Ling Yan vio que aquellos ojos, que siempre habían estado llenos de orgullo y confianza, ahora solo mostraban abatimiento y lucha.

"Ayan—"

El tono casi suplicante en la voz de Gu Zhong despertó en ella un impulso de ignorarlo todo y escapar del reino de los dioses.

Pero una vez que la pasión se desvaneció, tuvo que enfrentarse a una cuestión más práctica: ¿podía realmente abandonar el reino divino sin remordimientos?

Como una perla divina que descendió a la tierra, fue venerada por los dioses y disfrutó de los manjares y la artesanía más exquisitas de los Nueve Cielos. Sin importar sus circunstancias actuales, el Dios Emperador y el Joven Señor la aman profundamente.

"Señor Lingyan, si simplemente se marcha, mi Reino Demoníaco retirará sus tropas, sin importar cuánto caos causen ustedes, los Reinos Divino y Demoníaco. ¿Lo ha pensado bien?"

La amenaza del Emperador Demonio llegó una vez más, añadiendo otro peso a la balanza que ya se tambaleaba en el corazón de Ling Yan.

Su mirada se posó en las vigas talladas y los cabrios pintados, ahora rotos y maltrechos por los feroces combates; el Palacio Wuji había quedado devastado por esta repentina convulsión.

Pensó en el estanque de lotos al que ella y Gu Zhong solían ir. ¿Acaso las vibrantes flores de loto, que florecían con tanto orgullo, acabarían por marchitarse?

¿Acaso la luz eterna que brilla intensamente en los cielos se verá envuelta en una niebla indistinta y sumida en la oscuridad eterna?

En el reino de los dioses, tenía demasiadas cosas que anhelaba y demasiadas cosas a las que no podía renunciar.

Además, si se marchan hoy, les espera una persecución y un vagar sin fin. La guerra entre dioses y demonios se extenderá por todos los cielos y jamás cesará. Todo será un purgatorio. ¿Dónde podrán encontrar la paz?
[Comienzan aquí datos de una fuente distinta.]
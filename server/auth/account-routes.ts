import { Router } from 'express';
import { z } from 'zod';
import { accountRenameBody, passwordChangeBody } from '../../shared/api/account.js';
import type { Db } from '../db/client.js';
import { validate } from '../http/validate.js';
import type { AccountService } from './account-service.js';
import { signedInUser } from './authenticate.js';
import { openSession } from './open-session.js';
import { requireAuth } from './require-auth.js';
import { clearSessionCookies } from './session-cookies.js';

export const accountActivityQuery = z.object({ limit: z.coerce.number().int().min(1).max(200).default(30) });

export interface AccountRouteDeps {
  db: Db;
  account: AccountService;
  jwtSecret: string;
  secureCookies: boolean;
}

/** /api/account: what concerns the signed-in person's own account. */
export function accountRoutes(d: AccountRouteDeps): Router {
  const { db } = d;
  const router = Router();
  router.use(requireAuth);

  router.get('/', async (req, res) => {
    res.json(await d.account.profile(signedInUser(req).id));
  });

  router.patch('/', validate({ body: accountRenameBody }), async (req, res) => {
    const { name } = req.valid.body as z.infer<typeof accountRenameBody>;
    res.json(await d.account.rename(signedInUser(req).id, name));
  });

  // The change ends every session; a browser that made it gets a fresh one and stays signed in.
  router.post('/password', validate({ body: passwordChangeBody }), async (req, res) => {
    const { currentPassword, newPassword } = req.valid.body as z.infer<typeof passwordChangeBody>;
    const user = signedInUser(req);
    await d.account.changePassword(user.id, currentPassword, newPassword);
    if (req.auth?.via === 'cookie') await openSession(db, req, res, user.id, { jwtSecret: d.jwtSecret, secureCookies: d.secureCookies });
    res.status(204).end();
  });

  router.post('/sign-out-everywhere', async (req, res) => {
    const answer = await d.account.signOutEverywhere(signedInUser(req).id);
    clearSessionCookies(res, d.secureCookies);
    res.json(answer);
  });

  // Sign-ins (and failed ones), sign-outs, resets, tokens, role changes, mail of theirs the operator read.
  router.get('/activity', validate({ query: accountActivityQuery }), async (req, res) => {
    const { limit } = req.valid.query as z.infer<typeof accountActivityQuery>;
    res.json(await d.account.activity(signedInUser(req).id, limit));
  });

  return router;
}
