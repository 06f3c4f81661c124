import type { RequestHandler } from 'express';
import { signedInUser } from './authenticate.js';
import { checkCsrf } from './csrf.js';

/** Guards routes that need a signed-in user: 401 when nobody is, 403 csrf_failed on a forged cookie request. */
export const requireAuth: RequestHandler = (req, _res, next) => {
  signedInUser(req);
  checkCsrf(req);
  next();
};
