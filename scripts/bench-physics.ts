/**
 * Timings of the physics layer on GaAs stadium dots with two leads: building the
 * operator, one assembly of T(E), one transmission point (LU + S matrix), a
 * refined sweep, and closed-cavity eigenvalues. Figures only, nothing asserted.
 *
 * Run: npx tsx scripts/bench-physics.ts   (one thread)
 * (scripts/bench-transmission.ts is the 10,000-site energies-per-second figure.)
 */
import { buildCavitySystem, EffectiveHamiltonian } from '../shared/engine/effective-hamiltonian';
import { TransmissionSolver, transmissionSweep } from '../shared/engine/transmission';
import { closedCavityEigenvalues } from '../shared/engine/closed-cavity';
import type { CavityModelInput } from '../shared/model/cavity-model';

function stadium(ny: number): CavityModelInput {
  const nx = Math.round(1.6 * ny);
  const a = 5;
  const radius = ((ny - 1) * a) / 2;
  const width = Math.max(2, Math.round(ny / 5));
  const start = Math.round((ny - width) / 2);
  return {
    name: `stadium ${nx}x${ny}`,
    spacing: a,
    material: 'gaas',
    grid: { nx, ny },
    // A stadium slightly shorter than the grid plus a strip through the middle for the lead mouths.
    shape: {
      kind: 'union',
      of: [
        { kind: 'stadium', cx: ((nx - 1) * a) / 2, cy: radius, length: (nx - 1) * a - 2 * radius - 4 * a, radius },
        { kind: 'rectangle', x0: 0, y0: start * a, width: nx * a, height: width * a },
      ],
    },
    field: 0.2,
    leads: [
      { side: 'left', start, width },
      { side: 'right', start, width },
    ],
  };
}

function time<T>(f: () => T): [T, number] {
  const t0 = performance.now();
  const r = f();
  return [r, performance.now() - t0];
}

console.log('sites  leadW  build ms  assemble ms  point ms  sweep(40→200) s  pts/s  closed(6) s');
for (const ny of [30, 60, 100, 160]) {
  const [op, build] = time(() => new EffectiveHamiltonian(buildCavitySystem(stadium(ny))));
  const t = op.hopping;
  const values = new Float64Array(2 * op.rowIdx.length);
  const [, assemble] = time(() => {
    for (let k = 0; k < 10; k++) op.assemble({ re: 0.1 * t, im: 0 }, op.sheetAt(0.1 * t), values);
  });
  const solver = new TransmissionSolver(op);
  solver.at(0.1 * t);
  const [, point] = time(() => {
    for (let k = 0; k < 3; k++) solver.at(0.1 * t + k * 1e-3 * t);
  });
  const [sweep, sweepMs] = time(() => transmissionSweep(op, { emin: 0.05 * t, emax: 0.15 * t, points: 40, refine: { maxPoints: 200 } }));
  const [, closedMs] = time(() => closedCavityEigenvalues(op.system.lattice, { target: 0.1 * t, count: 6 }));
  console.log(
    [
      String(op.n).padStart(5),
      String(op.system.leads[0].mouth.length).padStart(6),
      build.toFixed(1).padStart(9),
      (assemble / 10).toFixed(2).padStart(12),
      (point / 3).toFixed(1).padStart(9),
      (sweepMs / 1000).toFixed(2).padStart(16),
      (sweep.points.length / (sweepMs / 1000)).toFixed(1).padStart(6),
      (closedMs / 1000).toFixed(2).padStart(12),
    ].join(' '),
  );
}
Lo más importante es que Gu Zhong podría cargar para siempre con la infamia de ser una traidora y asesina de su amo, cayendo de su alta posición y sufriendo el desprecio de aquellos que una vez la respetaron y temieron.

Ella quería permanecer en el Reino de los Dioses, y a medida que le venían a la mente muchas cosas, esta idea se fue afianzando cada vez más en la mente de Ling Yan.

Aunque amaba a Gu Zhong y no soportaba separarse de ese afecto recién descubierto, no tuvo más remedio que elegir este camino.

Mientras permanezca aquí, tal vez pueda descubrir la verdad sobre la muerte del Señor Lin Yuan. No importa si Gu Zhong no regresa al Reino Divino; el Reino Divino la perjudicó en primer lugar, y ella no debería cargar con una injusticia que no le corresponde.

La postura defensiva de Gu Zhongyi, dejada por Yan Yun, se volvió gradualmente insostenible, y las figuras del Emperador Dios y el Emperador Demonio se hicieron cada vez más nítidas. ¡Estaban a punto de cruzar la barrera y capturarlos!

"¡Ayan! ¡Vamos!"

Mil pensamientos cruzaron por la mente de Gu Zhong en un instante, pero vio una determinación inquebrantable en los ojos de Ling Yan. No pudo evitar sentir pánico, la agarró con fuerza, deseando llevársela de inmediato, como si la fuera a perder para siempre si no lo hacía.

Un látigo rojo llameante se abalanzó repentinamente sobre ellos dos, enroscándose alrededor del tobillo de Lingyan y arrastrándola lejos.

Gu Zhong la abrazó con fuerza, sin querer soltarla.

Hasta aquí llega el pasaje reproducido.